*** Block opens ***
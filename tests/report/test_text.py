"""report.md / report.txt: the draft paragraphs in the lexicon's wording, cautions once on top,
QC warnings prominent, unreliable flags said to be unreliable."""

from __future__ import annotations

import re
import shutil

import pytest

from sigreport import lexicon
from sigreport.errors import InputError
from sigreport.measure import load_rules
from sigreport.model import BehaviourPhrase, LesionPhrases
from sigreport.report.findings import phrases_from_findings
from sigreport.report.text import md_escape, render_text, report_context
from sigreport.report.wording import load_wording

XSS = "<script>alert(1)</script>"


def _lesion_block(text: str, lesion_id: str) -> str:
    start = text.index(f"{lesion_id}: ")
    nxt = re.search(r"\n(#+ )?L\d: ", text[start + 1 :])
    return text[start : start + 1 + nxt.start()] if nxt else text[start:]


def _phrases(findings, site=None):
    """The words characterization would have chosen for the fixture's lesions."""
    return phrases_from_findings(findings, load_rules(site))


@pytest.fixture(scope="module")
def texts(report_dir):
    return {
        "md": (report_dir / "report.md").read_text(encoding="utf-8"),
        "txt": (report_dir / "report.txt").read_text(encoding="utf-8"),
    }


@pytest.mark.parametrize("kind", ["md", "txt"])
def test_cyst_like_lesion_suppresses_on_flair(texts, kind):
    block = _lesion_block(texts[kind], "L1")
    assert "suppresses on FLAIR" in block
    assert "to white matter on" in block  # signal is relative to the named reference tissue
    assert "91 %" in block


@pytest.mark.parametrize("kind", ["md", "txt"])
def test_fat_lesion_loses_signal_on_fat_suppressed_t1_and_flag_is_unreliable(texts, kind):
    block = " ".join(_lesion_block(texts[kind], "L2").split())
    assert "loses signal on fat-suppressed T1" in block
    assert "unreliable" in block
    assert "could not be measured on post-contrast T1" in block


@pytest.mark.parametrize("kind", ["md", "txt"])
def test_rim_lesion_reports_rim_enhancement_with_percent(texts, kind):
    block = " ".join(_lesion_block(texts[kind], "L3").split())
    assert "Rim enhancement (+84 %)" in block
    assert "does not suppress on FLAIR" in block


@pytest.mark.parametrize("kind", ["md", "txt"])
def test_cautions_appear_once_on_top(texts, findings, kind):
    text = " ".join(texts[kind].split())
    first_lesion = text.index("L1: ")
    for caution in findings["cautions"]:
        caution = md_escape(caution) if kind == "md" else caution
        assert text.index(caution) < first_lesion
        assert text.count(caution) == 1


def test_markdown_cautions_are_a_list(texts, findings):
    lines = texts["md"].splitlines()
    for caution in findings["cautions"]:
        assert f"- {md_escape(caution)}" in lines


@pytest.mark.parametrize("kind", ["md", "txt"])
def test_qc_warning_is_shown_before_the_findings(texts, kind):
    text = " ".join(texts[kind].split())
    assert text.index("fat control F1 did not drop on T1FS") < text.index("L1: ")
    assert "WARNING" in text


def test_plain_text_wraps_at_100_columns_and_has_no_markup(texts):
    lines = texts["txt"].splitlines()
    assert max(len(line) for line in lines) <= 100, [line for line in lines if len(line) > 100]
    assert "**" not in texts["txt"] and "| ---" not in texts["txt"] and "###" not in texts["txt"]


def test_markdown_escapes_header_and_case_file_values(texts):
    assert XSS not in texts["md"]
    # Backslash escapes (CommonMark): the file reads as text, with no HTML entity in it.
    assert "\\<script>alert(1)\\</script>" in texts["md"]
    assert "&lt;" not in texts["md"] and "&gt;" not in texts["md"]
    # One table row per lesion and role, after the header and the rule.
    table = texts["md"].split("## Signal-behaviour table", 1)[1].split("## ", 1)[0]
    assert len([ln for ln in table.splitlines() if re.match(r"\| L\d ", ln)]) == 15


def test_behaviour_phrases_are_listed(findings):
    wording = load_wording()
    context = report_context(findings, wording, phrases_from_findings(findings, load_rules()))
    for lesion, source in zip(context["lesions"], findings["lesions"], strict=True):
        assert len(lesion["behaviours"]) == len(source["behaviour"])
    rule = load_rules().behaviour[findings["lesions"][0]["behaviour"][0]]
    line = context["lesions"][0]["behaviours"][0]
    assert line.startswith(rule.phrase[:1].upper() + rule.phrase[1:])
    assert "consider" in line and rule.considerations[0] in line


def test_the_report_renders_the_words_it_is_given_and_computes_none(findings):
    lesion = findings["lesions"][0]
    role = next(r for r, s in lesion["signal"].items() if s is not None and s["ratio"] is not None)
    carried = LesionPhrases(
        grades={role: "strangely graded"},
        behaviour=(BehaviourPhrase(lesion["behaviour"][0], "a carried phrase", ("x-thing",)),),
    )
    context = report_context(findings, load_wording(), {lesion["id"]: carried})
    first = context["lesions"][0]
    assert "strangely graded" in first["paragraph"]
    assert (
        first["behaviours"][0].startswith("A carried phrase")
        and "x-thing" in first["behaviours"][0]
    )
    # Without words for a key, the key itself is read, hyphens as spaces.
    bare = report_context(findings, load_wording(), {})["lesions"][0]
    key = lesion["behaviour"][0]
    assert bare["behaviours"][0].startswith((key[:1].upper() + key[1:]).replace("-", " "))


def test_a_site_can_reword_without_code(tmp_path, findings):
    site = tmp_path / "site"
    (site / "templates").mkdir(parents=True)
    wording = (lexicon.bundled_dir() / "wording.toml").read_text(encoding="utf-8")
    site_wording = wording.replace(
        'fluid_suppressed = "It suppresses on {to}', 'fluid_suppressed = "Signal is nulled on {to}'
    )
    assert site_wording != wording
    (site / "wording.toml").write_text(site_wording, encoding="utf-8")
    (site / "templates" / "report.txt.j2").write_text(
        "SITE {% for l in lesions %}{{ l.paragraph }}{% endfor %}\n", encoding="utf-8"
    )
    context = report_context(findings, load_wording(site), _phrases(findings, site))
    markdown, plain = render_text(context, site)
    assert plain.startswith("SITE ") and "Signal is nulled on FLAIR" in plain
    assert "Signal is nulled on FLAIR" in markdown  # bundled md template, site wording


def test_templates_are_strict_about_undefined_names(tmp_path, findings):
    site = tmp_path / "site"
    (site / "templates").mkdir(parents=True)
    (site / "templates" / "report.md.j2").write_text("{{ no_such_name }}\n", encoding="utf-8")
    context = report_context(findings, load_wording(), _phrases(findings))
    with pytest.raises(InputError, match="report.md.j2 .*UndefinedError.*no_such_name"):
        render_text(context, site)


def test_wording_with_a_missing_key_is_an_input_error(tmp_path):
    site = tmp_path / "site"
    site.mkdir()
    wording = (lexicon.bundled_dir() / "wording.toml").read_text(encoding="utf-8")
    (site / "wording.toml").write_text(
        re.sub(r"(?m)^flow_void = .*$", "", wording), encoding="utf-8"
    )
    with pytest.raises(InputError, match=r"\[sentences\]: missing key\(s\) flow_void"):
        load_wording(site)


def test_wording_with_an_unknown_placeholder_names_the_key(tmp_path, findings):
    site = tmp_path / "site"
    site.mkdir()
    shutil.copy(lexicon.bundled_dir() / "wording.toml", site / "wording.toml")
    text = (site / "wording.toml").read_text(encoding="utf-8")
    (site / "wording.toml").write_text(
        text.replace('no_flow_void = "No flow void."', 'no_flow_void = "No flow void."').replace(
            'size = "It measures {volume_ml} ml', 'size = "It measures {volume} ml'
        ),
        encoding="utf-8",
    )
    with pytest.raises(InputError, match=r"\[sentences\] size: cannot fill"):
        report_context(findings, load_wording(site), _phrases(findings, site))


def test_wrapping_keeps_a_number_with_its_unit():
    from sigreport.report.text import wrap

    # 49 two-character words fill 98 columns: "+1" fits on line one only if split from "%".
    lines = wrap("a " * 49 + "+1 % and 5 ml y", 100).splitlines()
    assert lines[1].startswith("+1 % and 5 ml")
    assert all(len(line) <= 100 for line in lines)


def test_a_negative_drop_reads_as_brighter_not_as_a_negative_drop(findings):
    # A haematoma is brighter on FLAIR than on T2 relative to white matter: "signal drop -42 %"
    # would read as a typo to a radiologist.
    lesion = findings["lesions"][0]
    lesion["suppression"]["fluid"].update(drop_percent=-42.0, suppressed=False)
    context = report_context(findings, load_wording(), _phrases(findings))
    markdown, plain = render_text(context)
    block = " ".join(_lesion_block(plain, lesion["id"]).split())
    assert "relatively 42 % brighter than on T2" in block
    assert "drop -42" not in block


@pytest.mark.parametrize("kind", ["md", "txt"])
def test_a_header_block_opens_the_report(texts, kind):
    head = texts[kind].split("Draft findings".upper() if kind == "txt" else "## Draft findings")[0]
    # DICOM PN "Test^Report" reads "Test, Report"; dates in the lexicon's format ("%d %b %Y").
    for line in (
        "Patient: Test, Report",
        "Patient ID: SIGRPT-001",
        "Born: 01 Jan 1970",
        "Sex: O",
        "Accession: ACC123",
        "Study date: 01 Dec 2026",
        "Series used: T1 (series 2), T1FS (series 3), T2 (series 4), FLAIR (series 5), T1POST",
    ):
        assert line in " ".join(head.split())
    assert head.index("Patient:") < head.index("Draft for review")


@pytest.mark.parametrize("kind", ["md", "txt"])
def test_references_and_controls_are_shown_with_site_medians_and_check(texts, kind):
    text = " ".join(texts[kind].split())
    assert (
        "R1 (reference): white matter, left frontal white matter; median T1 666.7, T2 678.6, FLAIR not measured."
        in text
    )
    assert "C1 (control): CSF, right lateral ventricle; median T2 2500.0, FLAIR 200.0." in text
    assert "Its fluid suppression check passed (drop 92 % from T2 to FLAIR)." in text


def test_the_series_table_shows_how_far_each_series_moved(texts):
    md_rows = [line for line in texts["md"].splitlines() if line.startswith("| T1 | 2 |")]
    assert md_rows and "| rigid | 2.8 | 1.2 |" in md_rows[0]  # 2.75 mm, 1.25 deg (one decimal)
    txt_rows = [line.split() for line in texts["txt"].splitlines() if line.startswith("T1   ")]
    assert ["T1", "2", "yes", "rigid", "2.8", "1.2", "t1_se_tra"] in txt_rows


def test_dates_follow_the_lexicon_format(tmp_path, findings):
    site = tmp_path / "site"
    site.mkdir()
    text = (lexicon.bundled_dir() / "wording.toml").read_text(encoding="utf-8")
    (site / "wording.toml").write_text(text.replace('date = "%d %b %Y"', 'date = "%d.%m.%Y"'))
    context = report_context(findings, load_wording(site), _phrases(findings))
    assert "Study date: 01.12.2026" in context["header_lines"]
    assert "Born: 01.01.1970" in context["header_lines"]


def test_a_site_wording_copy_without_the_later_keys_still_loads(tmp_path):
    # Keys added after site copies existed fall back to the bundled wording.
    site = tmp_path / "site"
    site.mkdir()
    text = (lexicon.bundled_dir() / "wording.toml").read_text(encoding="utf-8")
    kept = [
        line
        for line in text.splitlines()
        if not line.startswith(("size_axes", "size_roi", "signal_unnormalized", "references ="))
    ]
    text = "\n".join(kept).split("# Formats:")[0] + "\n[qc]" + text.split("[qc]")[1]
    (site / "wording.toml").write_text(text)
    local = load_wording(site)
    bundled = load_wording()
    assert local.sentences["size_axes"] == bundled.sentences["size_axes"]
    assert local.formats == bundled.formats and local.header == bundled.header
*** Block closes ***
__What this task involves__:
Copy, please, exactly the lines that start at the first line of the data and end at the line containing "words characterization would", both kept and no others.

__Answer space__:
filename tests/report/test_text.py
"""report.md / report.txt: the draft paragraphs in the lexicon's wording, cautions once on top,
QC warnings prominent, unreliable flags said to be unreliable."""

from __future__ import annotations

import re
import shutil

import pytest

from sigreport import lexicon
from sigreport.errors import InputError
from sigreport.measure import load_rules
from sigreport.model import BehaviourPhrase, LesionPhrases
from sigreport.report.findings import phrases_from_findings
from sigreport.report.text import md_escape, render_text, report_context
from sigreport.report.wording import load_wording

XSS = "<script>alert(1)</script>"


def _lesion_block(text: str, lesion_id: str) -> str:
    start = text.index(f"{lesion_id}: ")
    nxt = re.search(r"\n(#+ )?L\d: ", text[start + 1 :])
    return text[start : start + 1 + nxt.start()] if nxt else text[start:]


def _phrases(findings, site=None):
    """The words characterization would have chosen for the fixture's lesions."""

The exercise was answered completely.